他不再刻意去调动体内的罡气,而是放空心神,去感受那宝图里散发出的那股子来自雪域高原的苍茫之意。
那是一种寂静。
万古长存的寂静。
渐渐地,秦庚身上的气息变了。
原本他站在那,像是一把出鞘的刀,锋芒毕露,让人不敢直视。
可现在,他身上的锋芒一点点收敛,整个人变得平平无奇,就像是这校场边上的一块石头,一棵老树。

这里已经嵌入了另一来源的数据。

// TestSuggestDelivery: with the influential observation 9 (Montgomery,
// Peck & Vining Ex. 6.1-6.3), the influence criterion puts readings
// where its pull falls most, the text says so in the predictors' units,
// the label names the row, and the reported fragility after the readings
// agrees with a brute-force search on a refit of the augmented data
// (oracle: engine.Refit).
func TestSuggestDelivery(t *testing.T) {
	f := frDeliveryFit(t)
	c := engine.Conclusions{Coefficients: []engine.CoefBand{{Term: "distance", K: 1}}}
	// The observed region (row 9, judged suspect, included; the default
	// region leaves it out: TestSuggestRegionExcludesSuspect).
	region, err := engine.ObservedRegion(f)
	if err != nil {
		t.Fatal(err)
	}
	s, err := engine.Suggest(f, nil, nil, region, engine.SuggestOptions{
		Conclusions: c,
		Label:       func(row int) string { return "line " + itoa(row+1) + " of delivery.csv" },
	})
	if err != nil {
		t.Fatal(err)
	}
	if len(s) == 0 {
		t.Fatal("no suggestion")
	}
	top := s[0]
	t.Logf("%s", top.Text)
	for _, sg := range s[1:] {
		t.Logf("%s", sg.Text)
	}
	// Row 9 (line 10) is judged suspect, and the best point is its own
	// setting: a re-measurement, not new coverage.
	if top.Kind != engine.SuggestRemeasure || len(top.Suspect) != 1 || top.Suspect[0] != 9 ||
		!strings.HasPrefix(top.Text, "re-measure near cases = 30, distance = 1460 with 3 readings, where line 10 of delivery.csv was judged suspect") {
		t.Errorf("kind %q, suspect rows %v, text %q", top.Kind, top.Suspect, top.Text)
	}
	for _, sg := range s[1:] {
		if sg.Kind != engine.SuggestCoverage || !strings.HasPrefix(sg.Text, "add 3 readings near cases = ") {
			t.Errorf("kind %q, text %q", sg.Kind, sg.Text)
		}
	}
	if top.Effect.FragilityBefore != 1 || !top.Effect.FragileBefore {
		t.Errorf("fragility before %d, want 1 (row 9 alone moves distance by > 1 SE)", top.Effect.FragilityBefore)
	}
	var row9 *engine.RowEffect
	for k := range top.Effect.Rows {
		if top.Effect.Rows[k].Row == 9 {
			row9 = &top.Effect.Rows[k]
		}
	}
	if row9 == nil || !(row9.CookAfter < row9.CookBefore/2) {
		t.Errorf("row 9 effect %+v: want Cook's distance at least halved", row9)
	}
	// Distinct regions.
	for a := range s {
		for b := a + 1; b < len(s); b++ {
			dc := (s[a].At["cases"] - s[b].At["cases"]) / 28
			dd := (s[a].At["distance"] - s[b].At["distance"]) / 1424
			if math.Hypot(dc, dd) < 0.25 {
				t.Errorf("suggestions %v and %v are closer than 0.25", s[a].At, s[b].At)
			}
		}
	}
	// Brute force on the augmented data: refit with r readings at the
	// point on the fitted surface and remove every set of up to 3 of the
	// original rows; the band keeps its full-data centre and width.
	brute := func(z []float64, r int) int {
		X, y := f.X(), f.Y()
		n, p := X.Dims()
		Xa := mat.NewDense(n+r, p, nil)
		Xa.Slice(0, n, 0, p).(*mat.Dense).Copy(X)
		ya := append(append([]float64(nil), y...), make([]float64, r)...)
		yhat, _ := f.Predict(z)
		for k := 0; k < r; k++ {
			Xa.SetRow(n+k, z)
			ya[n+k] = yhat
		}
		g, err := engine.Refit(f.Model, Xa, ya)
		if err != nil {
			t.Fatal(err)
		}
		half := 1 * f.Coef[2].StdError
		for m := 1; m <= 3; m++ {
			set := make([]int, m)
			for a := range set {
				set[a] = a
			}
			for {
				h, err := frDrop(g, set)
				if err == nil && math.Abs(h.Coef[2].Estimate-f.Coef[2].Estimate) > half {
					return m
				}
				a := m - 1
				for a >= 0 && set[a] == n-m+a {
					a--
				}
				if a < 0 {
					break
				}
				set[a]++
				for b := a + 1; b < m; b++ {
					set[b] = set[b-1] + 1
				}
			}
		}
		return 0
	}
	fragile := func(idx int) bool { return idx > 0 && idx <= 2 }
	for _, sg := range s {
		z := []float64{1, sg.At["cases"], sg.At["distance"]}
		if idx := brute(z, sg.Replicates); sg.Effect.FragilityAfter != idx {
			t.Errorf("at %v: fragility after %d, brute force %d", sg.At, sg.Effect.FragilityAfter, idx)
		}
		// The smallest number of readings that ends the fragility.
		switch e := sg.Effect.EndsFragility; {
		case e > 0:
			if fragile(brute(z, e)) {
				t.Errorf("at %v: %d readings said to end the fragility; brute force: still fragile", sg.At, e)
			}
			if e > 1 && !fragile(brute(z, e-1)) {
				t.Errorf("at %v: %d readings said to be the fewest; brute force: %d suffice", sg.At, e, e-1)
			}
		default:
			if !fragile(brute(z, 20)) {
				t.Errorf("at %v: said not ended by 20 readings; brute force: it is", sg.At)
			}
		}
	}
}
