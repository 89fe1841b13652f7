package main

import (
	"bytes"
	"os"
	"testing"
)

// TestCommittedTable: the committed pow10_table.go is byte for byte what
// the generator writes (run `go generate ./cmd/plumb/internal/numfmt`
// after changing the generator).
func TestCommittedTable(t *testing.T) {
	want, err := Source()
	if err != nil {
		t.Fatal(err)
	}
	got, err := os.ReadFile("../../pow10_table.go")
	if err != nil {
		t.Fatal(err)
	}
	if !bytes.Equal(got, want) {
		t.Error("pow10_table.go differs from the generator's output; run go generate ./cmd/plumb/internal/numfmt")
	}
}
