// loopbackHost reports whether the request's Host names this machine
// (localhost or a loopback address). Without a token this keeps a page
// served under another name that resolves to 127.0.0.1 (DNS rebinding)
// from acting.
func loopbackHost(host string) bool {
	h, _, err := net.SplitHostPort(host)
	if err != nil {
		h = host
	}
	h = strings.Trim(h, "[]")
	if strings.EqualFold(h, "localhost") || strings.HasSuffix(strings.ToLower(h), ".localhost") {
		return true
	}
	ip := net.ParseIP(h)
	return ip != nil && ip.IsLoopback()
}

type actionBody struct {
	Note string `json:"note"`
	By   string `json:"by"`
}

func readAction(r *http.Request) (actionBody, error) {
	var b actionBody
	ct := r.Header.Get("Content-Type")
	if r.ContentLength == 0 && ct == "" {
		return b, nil
	}
	if !strings.HasPrefix(ct, "application/json") {
		return b, &badRequest{"the body must be JSON (Content-Type: application/json)"}
	}
	dec := json.NewDecoder(http.MaxBytesReader(nil, r.Body, 64<<10))
	dec.DisallowUnknownFields()
	if err := dec.Decode(&b); err != nil && !errors.Is(err, io.EOF) {
		return b, &badRequest{"body: " + err.Error()}
	}
	if len(b.Note) > 2000 || len(b.By) > 200 {
		return b, &badRequest{"note (2000 bytes) or by (200 bytes) too long"}
	}
	return b, nil
}

// actor names who acts: the named user the gate identified; for the
// shared token or the loopback rule, the "by" of the body when given.
func actor(u access.User, by string) string {
	if (u.Via == "shared token" || u.Via == "local") && strings.TrimSpace(by) != "" {
		return strings.TrimSpace(by)
	}
	return u.Name
}

func (s *server) apiAck(w http.ResponseWriter, r *http.Request) {
	u, ok := s.authorize(w, r, access.Acknowledge)
	if !ok {
		return
	}
	b, err := readAction(r)
	if err != nil {
		s.fail(w, r, http.StatusBadRequest, err)
		return
	}
	s.act(w, r, func(ctx context.Context, id string) error { return s.src.Ack(ctx, id, b.Note, actor(u, b.By)) })
}

func (s *server) apiResolve(w http.ResponseWriter, r *http.Request) {
	u, ok := s.authorize(w, r, access.Resolve)
	if !ok {
		return
	}
	b, err := readAction(r)
	if err != nil {
		s.fail(w, r, http.StatusBadRequest, err)
		return
	}
	s.act(w, r, func(ctx context.Context, id string) error {
		if rb, ok := s.src.(view.ResolverBy); ok {
			return rb.ResolveBy(ctx, id, b.Note, actor(u, b.By))
		}
		return s.src.Resolve(ctx, id, b.Note)
	})
}

func (s *server) act(w http.ResponseWriter, r *http.Request, do func(ctx context.Context, id string) error) {
	ctx, cancel := s.ctx(r)
	defer cancel()
	id := r.PathValue("id")
	if err := do(ctx, id); err != nil {
		s.fail(w, r, statusOf(err), err)
		return
	}
	a, err := s.src.Alert(ctx, id)
	if err != nil {
		s.fail(w, r, statusOf(err), err)
		return
	}
	writeJSON(w, http.StatusOK, a)
}
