func writeInspectTable(w io.Writer, r *inspectResult) error {
	bw := bufio.NewWriterSize(w, 1<<16)
	f := r.Fit
	terms := make([]string, len(r.model.Terms))
	for i, t := range r.model.Terms {
		terms[i] = t.Text
	}
	explained := strings.Join(terms, " + ")
	switch {
	case r.model.Intercept && explained == "":
		explained = "a constant"
	case r.model.Intercept:
		explained = "a constant + " + explained
	default:
		explained += " (through the origin, no constant)"
	}
	fmt.Fprintf(bw, "%s: %s explained by %s\n", r.file, r.model.Response, explained)
	fmt.Fprintf(bw, "%d of %d data rows used", f.N, r.ds.total)
	if k := len(r.ds.rejected); k > 0 {
		fmt.Fprintf(bw, "; %d set aside as unreadable (listed on standard error)", k)
	}
	bw.WriteString("\n\n")

	// Worth a look.
	var look []int
	for i, v := range r.Verdicts {
		if v.Outlier || v.Influential || v.Notable {
			look = append(look, i)
		}
	}
	sort.SliceStable(look, func(a, b int) bool {
		va, vb := r.Verdicts[look[a]], r.Verdicts[look[b]]
		if rank(va) != rank(vb) {
			return rank(va) > rank(vb)
		}
		return len(va.Flags) > len(vb.Flags)
	})
	if len(look) == 0 {
		fmt.Fprintf(bw, "== Worth a look: none of the %d rows crosses a cutoff ==\n", f.N)
		r.writeLegend(bw)
		bw.WriteByte('\n')
	} else {
		fmt.Fprintf(bw, "== Worth a look: %d of %d rows, most serious first ==\n", len(look), f.N)
		r.writeLegend(bw)
		shown := look
		if len(shown) > maxLookRows {
			shown = shown[:maxLookRows]
		}
		for _, i := range shown {
			v := r.Verdicts[i]
			fmt.Fprintf(bw, "  row %d (line %d): %s\n", r.ds.rowNo[i], r.ds.line[i], verdictWords(v))
			for _, fl := range v.Flags {
				fmt.Fprintf(bw, "      - %s\n", flagWords(fl))
			}
		}
		if rest := look[len(shown):]; len(rest) > 0 {
			count := map[engine.Word]int{}
			for _, i := range rest {
				count[r.Verdicts[i].Word()]++
			}
			var parts []string
			for _, w := range []engine.Word{engine.WordSuspect, engine.WordInfluential, engine.WordOutlier, engine.WordNotable} {
				if count[w] > 0 {
					parts = append(parts, fmt.Sprintf("%d %s", count[w], w))
				}
			}
			fmt.Fprintf(bw, "  ... and %d more (%s): see the verdict column below, or --format csv.\n", len(rest), strings.Join(parts, ", "))
		}
		bw.WriteByte('\n')
	}

	// The fit.
	bw.WriteString("== The fit ==\n")
	g := grid{left: map[int]bool{0: true}}
	g.add("coefficient", "estimate", "std error", "t", "p", "95% from", "95% to")
	for _, c := range f.Coef {
		g.add(c.Term, num4(c.Estimate), num4(c.StdError), num4(c.T), pval(c.P), num4(c.Lower95), num4(c.Upper95))
	}
	g.write(bw, "  ")
	bw.WriteByte('\n')
	fmt.Fprintf(bw, "  residual sigma %s on %d degrees of freedom\n", num4(f.Sigma), f.DF)
	fmt.Fprintf(bw, "  R-squared %s, adjusted %s\n", strconv.FormatFloat(f.RSquared, 'f', 5, 64), strconv.FormatFloat(f.AdjRSquared, 'f', 5, 64))
	if f.FDF1 > 0 {
		fmt.Fprintf(bw, "  F %s on %d and %d degrees of freedom, p %s\n", num4(f.FStat), f.FDF1, f.FDF2, pval(f.FP))
	}
	fmt.Fprintf(bw, "  condition number of the scaled design %s\n", num4(f.Condition))
	if f.VIF != nil {
		var parts []string
		for _, t := range terms {
			if x, ok := f.VIF[t]; ok {
				parts = append(parts, t+" "+num4(x))
			}
		}
		fmt.Fprintf(bw, "  variance inflation: %s\n", strings.Join(parts, ", "))
	}
	bw.WriteByte('\n')

	if r.Fragility != nil {
		bw.WriteString("== How fragile the conclusions are ==\n")
		for _, l := range r.fragilityLines() {
			bw.WriteString("  " + l + "\n")
		}
		bw.WriteByte('\n')
	}
	if r.Suggested {
		bw.WriteString("== Where more readings would help ==\n")
		for _, l := range r.suggestionLines() {
			bw.WriteString("  " + l + "\n")
		}
		bw.WriteByte('\n')
	}

	// Every row.
	fmt.Fprintf(bw, "== Every row, in file order ==\n")
	g = grid{left: map[int]bool{9: true, 12: true}}
	g.add("row", "line", "leverage", "residual", "stud. int.", "stud. ext.", "Cook's D", "DFFITS", "largest DFBETAS", "(term)", "COVRATIO", "Bonferroni p", "verdict")
	for i, o := range r.Influence.Rows {
		big, bigAt := math.NaN(), -1
		for j, x := range r.Influence.DFBETASRow(i) {
			if bigAt < 0 || math.Abs(x) > math.Abs(big) {
				big, bigAt = x, j
			}
		}
		dfb, dfbTerm := "undefined", ""
		if bigAt >= 0 && !math.IsNaN(big) {
			dfb, dfbTerm = num4(big), r.names[bigAt]
		}
		g.add(strconv.Itoa(r.ds.rowNo[i]), strconv.Itoa(r.ds.line[i]), num4(o.Leverage), num4(o.Residual),
			num4(o.StudentInternal), num4(o.StudentExternal), num4(o.Cook), num4(o.DFFITS), dfb, dfbTerm,
			num4(o.COVRATIO), pval(o.BonferroniP), shortVerdict(r.Verdicts[i]))
	}
	g.write(bw, "  ")
	bw.WriteByte('\n')
	bw.WriteString("Caution: " + cautionText + "\n")
	return bw.Flush()
}

// writeLegend says which cutoffs decide, in words.
func (r *inspectResult) writeLegend(bw *bufio.Writer) {
	l := r.Limits
	abs := fmt.Sprintf("Cook's distance above %s, |DFFITS| above %s, |DFBETAS| above %s", num4(l.CookAbsolute), num4(l.DFFITSAbsolute), num4(l.DFBETASAbsolute))
	size := fmt.Sprintf("leverage above %s, Cook's distance above %s, |DFFITS| above %s, |DFBETAS| above %s, COVRATIO more than %s from 1",
		num4(l.Leverage), num4(l.CookSize), num4(l.DFFITSSize), num4(l.DFBETASSize), num4(l.COVRATIO))
	deciding, other := "absolute", "size-adjusted"
	decidingRule, otherRule := abs, size
	if r.cutoffs.Family == engine.SizeAdjusted {
		deciding, other = other, deciding
		decidingRule, otherRule = otherRule, decidingRule
	}
	test := fmt.Sprintf("Bonferroni-adjusted p of the studentized residual below %s", num4(r.cutoffs.Alpha))
	if r.cutoffs.Test == engine.GrubbsTest {
		test = fmt.Sprintf("Grubbs test on the residuals at level %s", num4(r.cutoffs.Alpha))
	}
	article := "a"
	if deciding == "absolute" {
		article = "an"
	}
	fmt.Fprintf(bw, "  A row sways the fit when it crosses %s %s cutoff (%s).\n", article, deciding, decidingRule)
	fmt.Fprintf(bw, "  It is worth a second glance when it crosses only %s ones (%s).\n", other, otherRule)
	fmt.Fprintf(bw, "  It does not follow the fit (outlier) by the %s.\n", test)
}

甚至连站在他身后的那些学员,如果不仔细看,都会下意识地忽略掉他的存在。
但叶岚禅却看得分明。
在秦庚的周身,那空气正在发生着极其微小的扭曲。
那不是静止,那是极速震动之后的“静”。
就像是那飞速旋转的陀螺,看着是静止的,实则蕴含着恐怖的离心力。
“好悟性。”
叶岚禅心中暗赞。
这一夜,平安县的镇魔司后院,静悄悄的。
但那一股子正在酝酿的风暴,却比那北风还要凛冽。
神机处的炉火烧红了半边天。
演武场的汗水打湿了青砖地。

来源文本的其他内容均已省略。